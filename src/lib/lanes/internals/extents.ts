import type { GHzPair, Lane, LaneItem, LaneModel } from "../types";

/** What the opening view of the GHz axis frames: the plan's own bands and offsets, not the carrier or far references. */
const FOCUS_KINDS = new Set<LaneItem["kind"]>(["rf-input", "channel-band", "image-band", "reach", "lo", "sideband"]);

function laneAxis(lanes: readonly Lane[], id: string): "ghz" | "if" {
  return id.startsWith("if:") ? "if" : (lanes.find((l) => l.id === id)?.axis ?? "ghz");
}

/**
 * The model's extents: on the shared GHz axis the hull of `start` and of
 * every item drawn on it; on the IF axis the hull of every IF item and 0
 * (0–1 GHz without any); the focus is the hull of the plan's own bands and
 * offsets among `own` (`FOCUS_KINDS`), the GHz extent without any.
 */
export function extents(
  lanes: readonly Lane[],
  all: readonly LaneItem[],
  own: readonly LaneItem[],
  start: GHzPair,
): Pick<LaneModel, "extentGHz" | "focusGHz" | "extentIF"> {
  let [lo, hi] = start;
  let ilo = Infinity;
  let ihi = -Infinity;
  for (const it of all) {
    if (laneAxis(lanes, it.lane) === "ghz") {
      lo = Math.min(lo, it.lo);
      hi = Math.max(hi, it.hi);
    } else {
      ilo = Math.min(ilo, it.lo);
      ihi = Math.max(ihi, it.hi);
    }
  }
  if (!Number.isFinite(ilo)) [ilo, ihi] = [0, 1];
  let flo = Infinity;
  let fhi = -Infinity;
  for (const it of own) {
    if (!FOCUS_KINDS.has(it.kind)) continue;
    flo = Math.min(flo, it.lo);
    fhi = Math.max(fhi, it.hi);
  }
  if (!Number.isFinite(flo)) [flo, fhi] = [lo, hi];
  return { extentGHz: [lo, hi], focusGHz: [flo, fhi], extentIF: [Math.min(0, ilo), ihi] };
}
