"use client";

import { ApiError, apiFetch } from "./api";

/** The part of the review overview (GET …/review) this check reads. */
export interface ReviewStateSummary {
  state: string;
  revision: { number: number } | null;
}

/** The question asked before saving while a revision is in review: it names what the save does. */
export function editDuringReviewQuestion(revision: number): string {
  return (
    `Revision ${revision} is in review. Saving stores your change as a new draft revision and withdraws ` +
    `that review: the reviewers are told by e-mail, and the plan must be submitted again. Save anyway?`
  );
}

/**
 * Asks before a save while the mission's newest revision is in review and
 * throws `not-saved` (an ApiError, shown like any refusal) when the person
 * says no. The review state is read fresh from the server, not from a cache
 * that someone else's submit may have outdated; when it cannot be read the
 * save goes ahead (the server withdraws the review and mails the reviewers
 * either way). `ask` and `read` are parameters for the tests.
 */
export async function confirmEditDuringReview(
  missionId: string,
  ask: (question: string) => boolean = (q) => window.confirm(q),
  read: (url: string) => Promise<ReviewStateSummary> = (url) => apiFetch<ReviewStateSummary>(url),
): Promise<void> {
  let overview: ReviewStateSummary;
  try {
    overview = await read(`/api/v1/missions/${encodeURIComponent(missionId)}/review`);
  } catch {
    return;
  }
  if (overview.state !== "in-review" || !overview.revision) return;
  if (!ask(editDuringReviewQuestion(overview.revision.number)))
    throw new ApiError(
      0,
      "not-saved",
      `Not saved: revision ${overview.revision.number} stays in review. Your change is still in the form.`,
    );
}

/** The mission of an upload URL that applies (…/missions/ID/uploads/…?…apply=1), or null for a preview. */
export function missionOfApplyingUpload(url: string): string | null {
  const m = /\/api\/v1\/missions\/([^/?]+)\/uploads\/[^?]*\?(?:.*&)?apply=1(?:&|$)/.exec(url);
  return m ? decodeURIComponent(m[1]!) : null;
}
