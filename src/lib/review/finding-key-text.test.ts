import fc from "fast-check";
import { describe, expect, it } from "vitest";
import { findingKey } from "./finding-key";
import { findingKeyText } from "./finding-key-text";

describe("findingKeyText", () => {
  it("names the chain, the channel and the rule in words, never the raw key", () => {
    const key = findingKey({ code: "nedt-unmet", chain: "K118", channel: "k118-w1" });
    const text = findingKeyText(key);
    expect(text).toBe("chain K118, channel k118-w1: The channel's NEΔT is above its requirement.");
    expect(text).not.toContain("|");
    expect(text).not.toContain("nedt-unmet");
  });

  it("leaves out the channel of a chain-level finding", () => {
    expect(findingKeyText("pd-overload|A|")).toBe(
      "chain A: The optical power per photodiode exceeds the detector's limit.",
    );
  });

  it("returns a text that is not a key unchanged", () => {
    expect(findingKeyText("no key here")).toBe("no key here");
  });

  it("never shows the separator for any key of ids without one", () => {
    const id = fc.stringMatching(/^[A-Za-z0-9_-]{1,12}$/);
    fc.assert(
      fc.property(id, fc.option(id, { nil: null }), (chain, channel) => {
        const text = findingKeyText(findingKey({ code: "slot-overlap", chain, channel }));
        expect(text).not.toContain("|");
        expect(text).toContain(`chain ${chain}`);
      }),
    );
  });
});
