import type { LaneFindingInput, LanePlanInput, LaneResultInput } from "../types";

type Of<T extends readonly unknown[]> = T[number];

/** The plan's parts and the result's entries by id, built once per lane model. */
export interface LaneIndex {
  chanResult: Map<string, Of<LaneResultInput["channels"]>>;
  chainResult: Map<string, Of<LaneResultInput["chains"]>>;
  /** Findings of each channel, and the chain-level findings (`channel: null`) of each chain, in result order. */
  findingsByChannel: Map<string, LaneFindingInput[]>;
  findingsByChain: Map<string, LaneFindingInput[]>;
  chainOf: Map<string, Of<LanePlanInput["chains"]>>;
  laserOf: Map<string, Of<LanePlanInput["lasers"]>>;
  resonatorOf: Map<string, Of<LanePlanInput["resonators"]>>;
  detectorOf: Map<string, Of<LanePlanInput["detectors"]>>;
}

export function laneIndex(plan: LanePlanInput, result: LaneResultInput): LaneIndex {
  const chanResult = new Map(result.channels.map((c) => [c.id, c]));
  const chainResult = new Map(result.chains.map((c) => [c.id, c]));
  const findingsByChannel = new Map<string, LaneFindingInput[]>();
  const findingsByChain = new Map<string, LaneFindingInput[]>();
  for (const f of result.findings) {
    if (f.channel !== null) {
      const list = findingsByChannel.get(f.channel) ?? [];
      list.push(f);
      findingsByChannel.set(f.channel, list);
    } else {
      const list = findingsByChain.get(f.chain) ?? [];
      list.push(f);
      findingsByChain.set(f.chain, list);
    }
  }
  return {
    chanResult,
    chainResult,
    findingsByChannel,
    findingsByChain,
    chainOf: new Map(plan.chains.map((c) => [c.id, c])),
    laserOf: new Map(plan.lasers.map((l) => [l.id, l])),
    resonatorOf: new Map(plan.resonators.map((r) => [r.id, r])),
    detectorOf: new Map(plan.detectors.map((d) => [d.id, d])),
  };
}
========================================================================
PROBLEM TO SOLVE
Print out each line of the data exactly.

REPLY TO THE TASK
filename src/lib/lanes/internals/extents.ts
import type { GHzPair, Lane, LaneItem, LaneModel } from "../types";

/** What the opening view of the GHz axis frames: the plan's own bands and offsets, not the carrier or far references. */
const FOCUS_KINDS = new Set<LaneItem["kind"]>(["rf-input", "channel-band", "image-band", "reach", "lo", "sideband"]);

function laneAxis(lanes: readonly Lane[], id: string): "ghz" | "if" {
  return id.startsWith("if:") ? "if" : (lanes.find((l) => l.id === id)?.axis ?? "ghz");
}

/**
 * The model's extents: on the shared GHz axis the hull of `start` and of
 * every item drawn on it; on the IF axis the hull of every IF item and 0
 * (0–1 GHz without any); the focus is the hull of the plan's own bands and
 * offsets among `own` (`FOCUS_KINDS`), the GHz extent without any.
 */
export function extents(
  lanes: readonly Lane[],
  all: readonly LaneItem[],
  own: readonly LaneItem[],
  start: GHzPair,
): Pick<LaneModel, "extentGHz" | "focusGHz" | "extentIF"> {
  let [lo, hi] = start;
  let ilo = Infinity;
  let ihi = -Infinity;
  for (const it of all) {
    if (laneAxis(lanes, it.lane) === "ghz") {
      lo = Math.min(lo, it.lo);
      hi = Math.max(hi, it.hi);
    } else {
      ilo = Math.min(ilo, it.lo);
      ihi = Math.max(ihi, it.hi);
    }
  }
  if (!Number.isFinite(ilo)) [ilo, ihi] = [0, 1];
  let flo = Infinity;
  let fhi = -Infinity;
  for (const it of own) {
    if (!FOCUS_KINDS.has(it.kind)) continue;
    flo = Math.min(flo, it.lo);
    fhi = Math.max(fhi, it.hi);
  }
  if (!Number.isFinite(flo)) [flo, fhi] = [lo, hi];
  return { extentGHz: [lo, hi], focusGHz: [flo, fhi], extentIF: [Math.min(0, ilo), ihi] };
}
"use client";

import { ApiError, apiFetch } from "./api";

/** The part of the review overview (GET …/review) this check reads. */
export interface ReviewStateSummary {
  state: string;
  revision: { number: number } | null;
}

/** The question asked before saving while a revision is in review: it names what the save does. */
export function editDuringReviewQuestion(revision: number): string {
  return (
    `Revision ${revision} is in review. Saving stores your change as a new draft revision and withdraws ` +
    `that review: the reviewers are told by e-mail, and the plan must be submitted again. Save anyway?`
  );
}

/**
 * Asks before a save while the mission's newest revision is in review and
 * throws `not-saved` (an ApiError, shown like any refusal) when the person
 * says no. The review state is read fresh from the server, not from a cache
 * that someone else's submit may have outdated; when it cannot be read the
 * save goes ahead (the server withdraws the review and mails the reviewers
 * either way). `ask` and `read` are parameters for the tests.
 */
export async function confirmEditDuringReview(
  missionId: string,
  ask: (question: string) => boolean = (q) => window.confirm(q),
  read: (url: string) => Promise<ReviewStateSummary> = (url) => apiFetch<ReviewStateSummary>(url),
): Promise<void> {
  let overview: ReviewStateSummary;
  try {
    overview = await read(`/api/v1/missions/${encodeURIComponent(missionId)}/review`);
  } catch {
    return;
  }
  if (overview.state !== "in-review" || !overview.revision) return;
  if (!ask(editDuringReviewQuestion(overview.revision.number)))
    throw new ApiError(
      0,
      "not-saved",
      `Not saved: revision ${overview.revision.number} stays in review. Your change is still in the form.`,
    );
}

/** The mission of an upload URL that applies (…/missions/ID/uploads/…?…apply=1), or null for a preview. */
export function missionOfApplyingUpload(url: string): string | null {
  const m = /\/api\/v1\/missions\/([^/?]+)\/uploads\/[^?]*\?(?:.*&)?apply=1(?:&|$)/.exec(url);
  return m ? decodeURIComponent(m[1]!) : null;
}
filename src/lib/review/finding-key-text.test.ts
import fc from "fast-check";
import { describe, expect, it } from "vitest";
import { findingKey } from "./finding-key";
import { findingKeyText } from "./finding-key-text";

describe("findingKeyText", () => {
  it("names the chain, the channel and the rule in words, never the raw key", () => {
    const key = findingKey({ code: "nedt-unmet", chain: "K118", channel: "k118-w1" });
    const text = findingKeyText(key);
    expect(text).toBe("chain K118, channel k118-w1: The channel's NEΔT is above its requirement.");
    expect(text).not.toContain("|");
    expect(text).not.toContain("nedt-unmet");
  });

  it("leaves out the channel of a chain-level finding", () => {
    expect(findingKeyText("pd-overload|A|")).toBe(
      "chain A: The optical power per photodiode exceeds the detector's limit.",
    );
  });

  it("returns a text that is not a key unchanged", () => {
    expect(findingKeyText("no key here")).toBe("no key here");
  });

  it("never shows the separator for any key of ids without one", () => {
    const id = fc.stringMatching(/^[A-Za-z0-9_-]{1,12}$/);
    fc.assert(
      fc.property(id, fc.option(id, { nil: null }), (chain, channel) => {
        const text = findingKeyText(findingKey({ code: "slot-overlap", chain, channel }));
        expect(text).not.toContain("|");
        expect(text).toContain(`chain ${chain}`);
      }),
    );
  });
});
import type { LaneFindingInput, LanePlanInput, LaneResultInput } from "../types";

type Of<T extends readonly unknown[]> = T[number];

/** The plan's parts and the result's entries by id, built once per lane model. */
export interface LaneIndex {
  chanResult: Map<string, Of<LaneResultInput["channels"]>>;
  chainResult: Map<string, Of<LaneResultInput["chains"]>>;
  /** Findings of each channel, and the chain-level findings (`channel: null`) of each chain, in result order. */
  findingsByChannel: Map<string, LaneFindingInput[]>;
  findingsByChain: Map<string, LaneFindingInput[]>;
  chainOf: Map<string, Of<LanePlanInput["chains"]>>;
  laserOf: Map<string, Of<LanePlanInput["lasers"]>>;
  resonatorOf: Map<string, Of<LanePlanInput["resonators"]>>;
  detectorOf: Map<string, Of<LanePlanInput["detectors"]>>;
}

export function laneIndex(plan: LanePlanInput, result: LaneResultInput): LaneIndex {
  const chanResult = new Map(result.channels.map((c) => [c.id, c]));
  const chainResult = new Map(result.chains.map((c) => [c.id, c]));
  const findingsByChannel = new Map<string, LaneFindingInput[]>();
  const findingsByChain = new Map<string, LaneFindingInput[]>();
  for (const f of result.findings) {
    if (f.channel !== null) {
      const list = findingsByChannel.get(f.channel) ?? [];
      list.push(f);
      findingsByChannel.set(f.channel, list);
    } else {
      const list = findingsByChain.get(f.chain) ?? [];
      list.push(f);
      findingsByChain.set(f.chain, list);
    }
  }
  return {
    chanResult,
    chainResult,
    findingsByChannel,
    findingsByChain,
    chainOf: new Map(plan.chains.map((c) => [c.id, c])),
    laserOf: new Map(plan.lasers.map((l) => [l.id, l])),
    resonatorOf: new Map(plan.resonators.map((r) => [r.id, r])),
    detectorOf: new Map(plan.detectors.map((d) => [d.id, d])),
  };
}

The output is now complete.